Following the March 15, 2022 enactment of the EB-5 Reform and Integrity Act of 2022 (the "Integrity Act" or "RIA"), United States Citizenship and Immigration Services ("USCIS"), a component agency of the Department of Homeland Security ("DHS") faced multiple federal suits brought by several EB-5 regional centers and an EB-5 Regional Center trade association.1

The suits challenged a USCIS announcement that all regional centers previously certified by USCIS before the Integrity Act's enactment were required to be recertified before they could continue doing business. In June, ruling on a motion for preliminary injunction, the federal district court found that USCIS "violated the [Administrative Procedures Act]" and determined that USCIS "was almost certainly wrong in assuming that the Integrity Act affirmatively deauthorized existing regional centers, so the agency was almost certainly wrong to announce that the centers are no longer authorized."

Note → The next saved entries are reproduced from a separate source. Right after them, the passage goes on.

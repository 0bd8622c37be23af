package daemon

import (
	"context"
	"fmt"
	"log/slog"
	"os"
	"path/filepath"
	"strings"
	"testing"
	"time"

	"github.com/nats-io/nats.go/jetstream"

	"lariat/config"
	"lariat/sink/natstest"
)

// durableModel is the model of the durable tests: a logistic model with a
// small window so that retunes, drift checks and evictions all happen
// across the restarts, and checkpoints every 700 records.
func durableModel() config.Model {
	m := testModel("durable", "test.durable", config.LossLogistic)
	m.Window.Records = 1500
	m.Holdout.Records = 400
	m.Retune.Every = 250
	return m
}

// durableConfig is the configuration of one daemon of the durable tests,
// against the external server at url, with its own data_dir.
func durableConfig(t *testing.T, url, dataDir string) *config.Config {
	t.Helper()
	cfg := testConfigMode(t, config.IntakeDurable, durableModel())
	cfg.NATS.URL = url
	cfg.DataDir = dataDir
	cfg.Checkpoint.Records = 700
	if err := cfg.Validate(); err != nil {
		t.Fatal(err)
	}
	return cfg
}

// publishAcked publishes recs on subject through JetStream, each one
// acknowledged by the stream before the next.
func publishAcked(t *testing.T, url, subject string, recs [][]byte) {
	t.Helper()
	nc := connect(t, url)
	js, err := jetstream.New(nc)
	if err != nil {
		t.Fatal(err)
	}
	ctx, cancel := context.WithTimeout(context.Background(), 30*time.Second)
	defer cancel()
	for i, r := range recs {
		if _, err := js.Publish(ctx, subject, r); err != nil {
			t.Fatalf("record %d: %v", i, err)
		}
	}
}

// applied returns the records the model applied or rejected, read on the
// model goroutine, and the model's stream position.
func applied(t *testing.T, td *testDaemon, name string) (n, pos uint64) {
	t.Helper()
	w := td.byName[name]
	if !w.exec(func() { n, _ = w.pipe.Counts(); pos = w.pipe.Position() }) {
		t.Fatal("model goroutine stopped")
	}
	return n, pos
}

// waitApplied waits until the model's stream position reaches pos.
func waitApplied(t *testing.T, td *testDaemon, name string, pos uint64) {
	t.Helper()
	natstest.WaitFor(t, 30*time.Second, func() error {
		if _, p := applied(t, td, name); p < pos {
			return fmt.Errorf("position %d of %d", p, pos)
		}
		return nil
	})
}

// TestDurableRestart stops and restarts a daemon twice while records keep
// arriving (some published while it is down), then compares its model bit
// for bit with a daemon that ran once over the same records: every record
// is applied exactly once across the restarts, the version keeps rising,
// and the restored model is served before any new record arrives. Idle
// steps are off (they depend on wall time). Source: the durability rules of
// README.md, "Durability", no external source.
func TestDurableRestart(t *testing.T) {
	const n = 6000
	recs := sparseTruth(8).records(n, true, 11)
	srv := runServer(t, -1, t.TempDir())
	url := srv.ClientURL()
	subject := durableModel().Subject

	// The daemon that never stops, on a server of its own.
	refSrv := runServer(t, -1, t.TempDir())
	ref := startDaemon(t, durableConfig(t, refSrv.ClientURL(), t.TempDir()), withoutIdle())
	natstest.WaitFor(t, 10*time.Second, ref.Ready)
	publishAcked(t, refSrv.ClientURL(), subject, recs)
	waitApplied(t, ref, "durable", n)
	want := snapshotLadder(t, ref.byName["durable"])

	dir := t.TempDir()
	cuts := []int{1700, 3900} // restarts after these records
	var lastVersion uint64
	from := 0
	for round := 0; round <= len(cuts); round++ {
		td := startDaemon(t, durableConfig(t, url, dir), withoutIdle())
		natstest.WaitFor(t, 10*time.Second, td.Ready)
		if round > 0 {
			// Restored and served before any new record: the version
			// continues from the one before the stop.
			doc, _, err := getDoc(td.Daemon, "durable")
			if err != nil || doc.Version <= lastVersion {
				t.Fatalf("round %d: served %v (%v) at start, want a version above %d", round, doc, err, lastVersion)
			}
		}
		to := n
		if round < len(cuts) {
			to = cuts[round]
		}
		publishAcked(t, url, subject, recs[from:(from+to)/2])
		// The second half of each round arrives while the daemon stops
		// (or, for the last round, while it runs).
		if round < len(cuts) {
			waitApplied(t, td, "durable", uint64((from+to)/2))
			if err := td.stop(t); err != nil {
				t.Fatal(err)
			}
			doc, _ := td.store.Model("durable")
			lastVersion = doc.Version
			publishAcked(t, url, subject, recs[(from+to)/2:to])
		} else {
			publishAcked(t, url, subject, recs[(from+to)/2:to])
			waitApplied(t, td, "durable", n)
			got := snapshotLadder(t, td.byName["durable"])
			if err := sameBits(want, got); err != nil {
				t.Errorf("after %d restarts the model differs from the uninterrupted one: %v", len(cuts), err)
			}
			cnt, pos := applied(t, td, "durable")
			if cnt != n || pos != n {
				t.Errorf("applied %d records up to position %d, want %d exactly once", cnt, pos, n)
			}
			if c := metricValue(t, td.Daemon, "lariat_checkpoints_total", map[string]string{"model": "durable", "result": "restored"}); c != 1 {
				t.Errorf("restored %v times in the last round, want 1", c)
			}
		}
		from = to
	}
	files, _ := filepath.Glob(filepath.Join(dir, checkpointDir, "durable*.ckpt"))
	if len(files) != 2 {
		t.Errorf("checkpoint files %v, want the newest two", files)
	}
}

// TestDurableBadCheckpoint damages the newest checkpoint of a stopped
// daemon: the next start refuses it with the reason, restores the one
// before it, reads the stream from that one's position, and ends with
// every record applied once.
func TestDurableBadCheckpoint(t *testing.T) {
	const n = 3000
	recs := sparseTruth(8).records(n, true, 12)
	srv := runServer(t, -1, t.TempDir())
	url := srv.ClientURL()
	subject := durableModel().Subject
	dir := t.TempDir()
	td := startDaemon(t, durableConfig(t, url, dir), withoutIdle())
	natstest.WaitFor(t, 10*time.Second, td.Ready)
	publishAcked(t, url, subject, recs[:2000])
	waitApplied(t, td, "durable", 2000)
	if err := td.stop(t); err != nil {
		t.Fatal(err)
	}
	newest := filepath.Join(dir, checkpointDir, "durable.ckpt")
	b, err := os.ReadFile(newest)
	if err != nil {
		t.Fatal(err)
	}
	b[len(b)/2] ^= 0xff
	if err := os.WriteFile(newest, b, 0o600); err != nil {
		t.Fatal(err)
	}
	var logs syncBuffer
	td = startDaemon(t, durableConfig(t, url, dir), withoutIdle(), WithLogger(slog.New(slog.NewTextHandler(&logs, nil))))
	natstest.WaitFor(t, 10*time.Second, td.Ready)
	publishAcked(t, url, subject, recs[2000:])
	waitApplied(t, td, "durable", n)
	if cnt, _ := applied(t, td, "durable"); cnt != n {
		t.Errorf("applied %d records, want %d", cnt, n)
	}
	if c := metricValue(t, td.Daemon, "lariat_checkpoints_total", map[string]string{"model": "durable", "result": "refused"}); c != 1 {
		t.Errorf("refused %v checkpoints, want 1", c)
	}
	if s := logs.String(); !strings.Contains(s, "checkpoint refused") || !strings.Contains(s, "payload checksum") {
		t.Errorf("log does not name the refused checkpoint and why:\n%s", s)
	}
}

On August 24, 2022, the parties filed a Settlement Agreement that clarifies the status of previously certified regional centers and other procedures for filing forms relating to the EB-5 program. The highlights of the Settlement Agreement are:

  • Previously approved regional centers are subject to the Integrity Act if they sponsor new projects or new investors.
  • Previously approved regional centers must have been "in good standing" under the Integrity Act in order to sponsor new investors.
  • Previously approved regional centers that wish to continue to participate in the EB-5 program and sponsor new EB-5 projects under the Integrity Act must file Form I-956 (Application for Regional Center Designation) by December 29, 2022.
  • Previously approved regional centers that file the I-956 as an amendment may, absent any other changes that might need to be identified, indicate in Part I of the form that the amendment is being filed to confirm compliance with the Integrity Act.
  • Previously approved regional centers may include proof of their prior regional center approval along with any amendments as an attachment to Form I-956.
  • Previously approved regional centers may sponsor new projects or new investors and file other EB-5 related forms prior to USCIS's adjudication of their I-956 filing.
  • As required in the instructions to Form I-956, previously approved regional centers are still required to provide evidence that they have established procedures to comply with the new requirements under the Integrity Act, including procedures intended to ensure compliance with applicable securities laws.
  • Form I-956F (Application for Approval of an Investment in a Commercial Enterprise) must be filed for any project previously approved on a pre-Integrity-Act form, the former Form I-924, if an investor files a petition for EB-5 classification after adoption of the Integrity Act. Generally any aspect of the project previously approved in the I-924 would continue to be granted deference in connection with the USCIS' review of the I-956F.
  • Form I-956F, whether submitted for previously approved or new projects, must be filed before an investor may file a visa petition on Form I-526E (Immigrant Petition by Regional Center Investor).
  • In cases where an approved regional center does not receive from USCIS a receipt or notice of a filed Form I-956F within 10 calendar days of physical delivery of the form, with respect to an EB-5 investor submitting Form I-526E, the USCIS will accept alternative forms of proof that the I-956F had been duly filed. Such evidence may include proof of payment of the I-956F (cashed check or credit card charge); the names of regional center, new commercial enterprise and, if available, the job creating entity; and the approximate date of filing of the I-956F in lieu of the receipt number for the I-956F. There are similar provisions allowing new regional centers to provide information in lieu of the receipt.
  • USCIS will not challenge any claims that a regional center did not receive a filing receipt for a Form I-956F.
  • USCIS will consider any necessary conforming changes to the currently issued forms and make such changes by December 1.
  • USCIS will initiate notice and comment rulemaking soliciting comments regarding Forms I-956, I-956H, I-956F, I-956G, and I-526E; these forms will remain in use during the interim.
  • The parties to the litigation will meet with USCIS at least quarterly for the next year to iron out implementation procedures for the settlement and any new, related issues that may arise.

The Settlement Agreement provides much-needed clarity concerning the requirements for previously approved regional centers to file a new Form I-956 and to comply with the provisions of the Integrity Act. It also provides welcome guidance on alternative methods to confirm the receipt by USCIS of Form I-956F filings.

Footnote

1. EB Capital et al vs. US Department of Homeland Security et al, Case No. 3:22-cv-3948-VC (ND Cal.) and Behring Regional Center LLC vs. Alejandro Mayorkas et al, Case No. 3:22-cv-2487VC (ND Cal.). The EB-5 program allows investors (and their spouses and unmarried children under 21) to apply for permanent residence provided they make the necessary investment (currently $800,000 to $1,050,000) in a commercial enterprise in the United States; and plan to create or preserve 10 permanent full-time jobs for qualified U.S. workers.